In 1920 McLaglan (then known as Eleanor Baker) and Charles Hercus began an investigation into the incidence of goitre in school children in Canterbury and Westland; they found a very high incidence of the condition and identified a serious public health problem. Seven years later, in a report to the Canterbury Education Board, McLaglan warned that the dangers of goitre in school children still persisted. An inquiry into the incidence of tuberculosis in school children was carried out in 1927 by McLaglan and Dr Mary Champtaloup. She retired from school medicine in 1940.

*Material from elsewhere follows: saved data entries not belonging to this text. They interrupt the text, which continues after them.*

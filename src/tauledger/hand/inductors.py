"""The upper edge by hand, continued: inductors that are short at mid-band count L/R beside the nodes' R·C.

A leakage inductance, a peaking coil or a lead opens above the band. R is what faces it with it taken out and all other
inductors short; Σ R·C + Σ L/R is then b1, the sum −Σ 1/p of the whole upper network.

Source: Hajimiri, "Generalized time- and transfer-constant circuit analysis", IEEE Trans. Circuits Syst. I 57(6), 2010
(the zero-value time constant of an inductor).
"""

from __future__ import annotations

import math

from tauledger.circuit import GROUND
from tauledger.devices.family import Device
from tauledger.errors import NetworkError
from tauledger.hand.budget import resistance_across
from tauledger.hand.equivalent import EquivalentCircuit, equivalent_circuit, joined
from tauledger.hand.estimate import InductorRow
from tauledger.hand.nodes import MOMENT_IN_PATH, node_name, node_title
from tauledger.network.bands import Bands
from tauledger.network.constants import OpenConstant, OpenConstants
from tauledger.network.transformers import LEAKAGE, MAGNETISING

WORDS = {LEAKAGE: "leakage inductance", MAGNETISING: "magnetising inductance"}


def inductor_rows(bands: Bands, devices: tuple[Device, ...], constants: OpenConstants) -> tuple[InductorRow, ...]:
    """Give one row per inductor that is short at mid-band and faces a resistance, in the order of the file.

    constants: of `open_constants`. A row counts where its part of Σ|w·τ| is 2 % or more, and not where the plateau goes
    on beyond its R/(2π·L): a choke that has opened inside the band makes no edge of it. None where capacitors set the
    gain, whose circuit is complex.
    """
    if bands.s_mid:
        return ()
    whole = math.fsum(abs(part.delay_s) for part in constants.parts)
    to_hz = bands.midband.to_hz or 0.0
    found = [
        _row(
            bands,
            devices,
            part,
            abs(part.delay_s) >= MOMENT_IN_PATH * whole and 2.0 * math.pi * to_hz * abs(part.time_constant_s) < 1.0,
        )
        for part in constants.parts
        if part.kind == "inductance" and part.time_constant_s != 0.0
    ]
    return tuple(row for row in found if row is not None)


def _row(bands: Bands, devices: tuple[Device, ...], part: OpenConstant, in_path: bool) -> InductorRow | None:
    try:
        opened, at = joined(bands.upper, (), {part.name})
        merged = {node: at[upper] for node, upper in bands.merged.items() if upper in at}
        circuit = equivalent_circuit(opened, merged, devices, bands.network)
    except NetworkError:
        return None
    ends = [circuit.at.get(node, GROUND) for node in part.nodes]
    if ends[0] == ends[1] or circuit.floating.intersection(ends):
        return None
    seen = resistance_across(circuit, ends[0], ends[1])
    label = part.name.partition(".")[2]
    return InductorRow(
        part=part.name,
        title=f"{part.name}, {WORDS.get(label, 'inductor')} at {_place(circuit, ends)}",
        henry=part.value,
        resistance=seen,
        resistance_exact_ohm=part.resistance_ohm,
        time_constant_s=part.value / seen.ohm if seen.ohm else 0.0,
        time_constant_exact_s=part.time_constant_s,
        in_path=in_path,
    )


def _place(circuit: EquivalentCircuit, ends: list[str]) -> str:
    """Name the end that the signal moves more, but none inside a transformer."""
    live = [node for node in ends if node != GROUND]
    outer = [node for node in live if "'" not in node_name(circuit, node)] or live
    return node_title(circuit, max(outer, key=lambda node: abs(circuit.voltage[circuit.row[node]])))
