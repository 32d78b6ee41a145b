"""Input and output resistance as worked on paper: looking into the mid-band circuit where source or load was."""

from __future__ import annotations

from collections.abc import Collection

from msgspec.structs import replace

from tauledger.circuit import GROUND
from tauledger.devices.family import Device
from tauledger.devices.parts import current_source
from tauledger.errors import NetworkError
from tauledger.hand.equivalent import upper_circuit
from tauledger.hand.estimate import LookingIn
from tauledger.hand.looking_in import looking_in
from tauledger.hand.mirror import find_mirror, half_circuit
from tauledger.network.assemble import Network
from tauledger.network.bands import Bands, merged_nodes, upper_network

PROBE = "looking in"


def port_resistance(
    bands: Bands,
    devices: tuple[Device, ...],
    *,
    node: str,
    without: Collection[str],
    label: str,
    opposite: str | None = None,
) -> LookingIn | None:
    """Give the resistance from a node to ground by hand at mid-band, with the named parts taken away.

    label: what stands in the brackets of R(…). opposite: a node that is driven in opposite phase; a balanced circuit is
    then worked as its half. None where the node is at AC ground, where capacitors set the gain, or where the circuit
    that is left cannot be drawn or, with an opposite node, has no halves.
    """
    if bands.gain_setting or not bands.sound:
        return None
    parts = [part for part in bands.network.parts if part.name not in without]
    parts.append(current_source(PROBE, GROUND, node, 1.0))
    if opposite is not None:
        parts.append(current_source(f"{PROBE}, opposite", GROUND, opposite, -1.0))
    try:
        network = Network.from_parts(parts, output=bands.network.port)
        merged = merged_nodes(network, bands.class_of)
        upper = upper_network(network, bands.class_of, merged)
        circuit = upper_circuit(replace(bands, network=network, merged=merged, upper=upper), devices)
    except NetworkError:
        return None
    at = circuit.at[node]
    if at == GROUND:
        return None
    if opposite is not None:
        mirror = find_mirror(circuit)
        if mirror is None or at in mirror.axis:
            return None
        circuit = half_circuit(circuit, mirror if at in mirror.image else mirror.other)
    return looking_in(circuit, at, label)
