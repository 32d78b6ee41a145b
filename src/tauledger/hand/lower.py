"""The lower edge by hand: what each coupling or bypass capacitor, and each choke, faces, all others as at mid-band.

Source of the short-circuit time constants: Gray, Hurst, Lewis and Meyer, Analysis and Design of Analog Integrated
Circuits, 5th ed., 2009, sec. 7.4.
"""

from __future__ import annotations

import math
from collections.abc import Sequence

import numpy as np

from tauledger.circuit import GROUND
from tauledger.devices.family import Device
from tauledger.errors import NetworkError
from tauledger.hand.budget import resistance_across
from tauledger.hand.combine import Combined
from tauledger.hand.equivalent import EquivalentCircuit, equivalent_circuit, joined
from tauledger.hand.estimate import LookingIn, LowerRow
from tauledger.hand.figures import plain
from tauledger.hand.nodes import node_name, node_title
from tauledger.network.bands import Bands
from tauledger.network.lower import ShortConstant, ShortConstants, short_constants
from tauledger.network.shares import zero_shares
from tauledger.network.transformers import LEAKAGE, MAGNETISING
from tauledger.quantity import engineering

OWNS = 0.5
ACCEPTED = 0.01


def lower_rows(
    bands: Bands, devices: tuple[Device, ...], constants: ShortConstants | None = None
) -> tuple[LowerRow, ...]:
    """Give one row per short capacitor, parallel ones taken together, then one per open inductor, in the file's order.

    constants: of `short_constants`, which says what belongs together, what counts and which zero each makes; here the
    resistance is added as looking-in rules give it, and with it the edge, 1/(2π·R·C) or R/(2π·L).
    Capacitors with both ends at one node make no row, nor those that face no resistance.
    Raises NetworkError where the mid-band circuit has no unique solution.
    """
    network = bands.network
    shorts = {
        p.name for p in network.parts if p.kind == "capacitance" and bands.class_of[p.name] == "short" and p.value
    }
    opens = {p.name for p in network.parts if p.kind in ("capacitance", "transcapacitance")} - shorts
    opens -= bands.gain_setting
    opens |= {p.name for p in network.parts if p.kind == "inductance" and bands.class_of[p.name] == "open"}
    found: list[LowerRow] = []
    for constant in (constants or short_constants(bands)).parts:
        if bands.gain_setting.issuperset(constant.names):
            found.append(_gain_row(constant))
            continue
        if math.isinf(constant.resistance_ohm):
            # with it taken out a node hangs on nothing: no resistance to look into, and no edge
            continue
        smaller, merged = joined(network, shorts - {*constant.names}, {*constant.names, *opens})
        circuit = equivalent_circuit(smaller, merged, devices, network, bands.s_mid)
        a, b = (circuit.at.get(node, GROUND) for node in constant.nodes)
        if a != b:
            found.append(_row(bands, circuit, (a, b), constant))
    return tuple(found)


def zero_owner(bands: Bands, rows: Sequence[LowerRow], zero: complex) -> LowerRow | None:
    """Give the row whose capacitors a zero (rad/s) of the lower network depends on by half or more, else None."""
    try:
        shares = zero_shares(bands.lower, zero)
    except NetworkError:
        return None
    held = {row: math.fsum(shares.get(name, 0.0) for name in row.parts) for row in rows if row.in_path}
    owner = max(held, key=lambda row: held[row], default=None)
    return owner if owner is not None and held[owner] >= OWNS else None


def nearest_zero_owner(bands: Bands, rows: Sequence[LowerRow], combined: Combined) -> LowerRow | None:
    """Give the owner of the highest visible zero of the lower network, the one nearest mid-band."""
    zeros = combined.roots.zeros[combined.roots.zeros != 0]
    return zero_owner(bands, rows, complex(zeros[np.argmax(np.abs(zeros))])) if len(zeros) else None


def _row(bands: Bands, circuit: EquivalentCircuit, ends: tuple[str, str], constant: ShortConstant) -> LowerRow:
    seen = resistance_across(circuit, *ends)
    exact = constant.resistance_ohm
    if circuit.s_mid and abs(seen.ohm - exact) > ACCEPTED * abs(exact):
        seen = _solved(exact, "the capacitors that set the gain are part of it")
    inductive = bands.network.part(constant.names[0]).kind == "inductance"
    title = _inductor_title(circuit, ends, constant) if inductive else _title(circuit, ends, constant, bands)
    if not constant.in_path:
        named, _, how = title.partition(", ")
        title = f"{named}, decoupling {how.partition(' ')[2]}"
    return LowerRow(
        parts=constant.names,
        title=title,
        farad=0.0 if inductive else constant.value,
        henry=constant.value if inductive else 0.0,
        resistance=seen,
        resistance_exact_ohm=exact,
        edge_hand_hz=seen.ohm / (2.0 * math.pi * constant.value) if inductive else _edge(seen.ohm, constant.value),
        edge_exact_hz=constant.edge_hz,
        zero_hz=constant.zero_hz,
        in_path=constant.in_path,
    )


def _gain_row(constant: ShortConstant) -> LowerRow:
    """Give the row of capacitors that set the gain: what they hold of the poles below mid-band."""
    return LowerRow(
        parts=constant.names,
        title=f"gain-setting {' ‖ '.join(constant.names)}",
        farad=constant.value,
        resistance=_solved(constant.resistance_ohm, f"its part of the poles below mid-band, {_hertz(constant)}"),
        resistance_exact_ohm=constant.resistance_ohm,
        edge_hand_hz=constant.edge_hz,
        edge_exact_hz=constant.edge_hz,
        zero_hz=constant.zero_hz,
        in_path=constant.in_path and constant.edge_hz > 0.0,
    )


def _hertz(constant: ShortConstant) -> str:
    return engineering(constant.edge_hz, "Hz", 3)


def _solved(ohm: float, why: str) -> LookingIn:
    return LookingIn(ohm, "solved", f"R = {plain(ohm)}, solved: {why}", (), "solved")


def _title(circuit: EquivalentCircuit, ends: tuple[str, str], constant: ShortConstant, bands: Bands) -> str:
    """Say "C2, bypass at emitter of Q1 (e)", "C1, coupling into base of Q1 (b)": into the end that rests when open.

    A capacitor between two live nodes that signal passes without it, as in series with a feedback resistor, is neither.

    Where other shorts join the capacitor with a better known node, its own node is named: it is soldered there.
    """
    names, passed = constant.names, constant.zero_hz
    live = [node for node in ends if node != GROUND]
    still = min(live, key=lambda node: abs(circuit.voltage[circuit.row[node]]))
    own = [node for node in bands.network.part(names[0]).nodes if circuit.at[node] == still]
    title = node_title(circuit, still) if node_name(circuit, still) in own or not own else f"node {own[0]}"
    if len(live) == 2 and passed != 0.0:
        far = next(node for node in live if node != still)
        return f"{' ‖ '.join(names)}, between {node_title(circuit, far)} and {title}"
    return f"{' ‖ '.join(names)}, {'coupling into' if passed == 0.0 else 'bypass at'} {title}"


def _inductor_title(circuit: EquivalentCircuit, ends: tuple[str, str], constant: ShortConstant) -> str:
    """Say "LC, choke at collector of Q1 (c)", "L1.l_m, magnetising inductance at p"."""
    owner, _, label = constant.names[0].partition(".")
    what = "magnetising inductance" if label == MAGNETISING else "leakage inductance" if label == LEAKAGE else "choke"
    live = [node for node in ends if node != GROUND]
    still = max(live, key=lambda node: abs(circuit.voltage[circuit.row[node]]))
    named = constant.names[0] if label else owner
    return f"{named}, {what} at {node_title(circuit, still)}"


def _edge(ohm: float, farad: float) -> float:
    return 0.0 if math.isinf(ohm) or not ohm else 1.0 / (2.0 * math.pi * ohm * farad)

Several times in her career McLaglan felt she had suffered from prejudice against female doctors, particularly from male colleagues. During World War II she worked in hospitals in Timaru, Wanganui and Wellington, as a house surgeon and registrar and finally found that she was respected by younger male doctors. Her final position was as medical officer at Silverstream Hospital, retiring to Auckland at age 73.

== Private life ==
McLaglan married Captain Sydney Leopold Temple McLaglan in England in 1923. They returned to New Zealand in 1924. It appears the marriage was short-lived. Sydney's brother was the film actor Victor McLaglen.

McLaglan published her autobiography Stethoscope and Saddlebags in 1965. She died in Auckland on 20 September 1969,
aged 90.

== Publications ==

- C.E. Hercus and E.S. Baker, Further consideration of endemic goitre, Part I New Zealand Medical Journal 22 (1923): 88.
- C.E. Hercus and E.S. Baker, Further consideration of endemic goitre, Part II New Zealand Medical Journal 22 (1923): 169.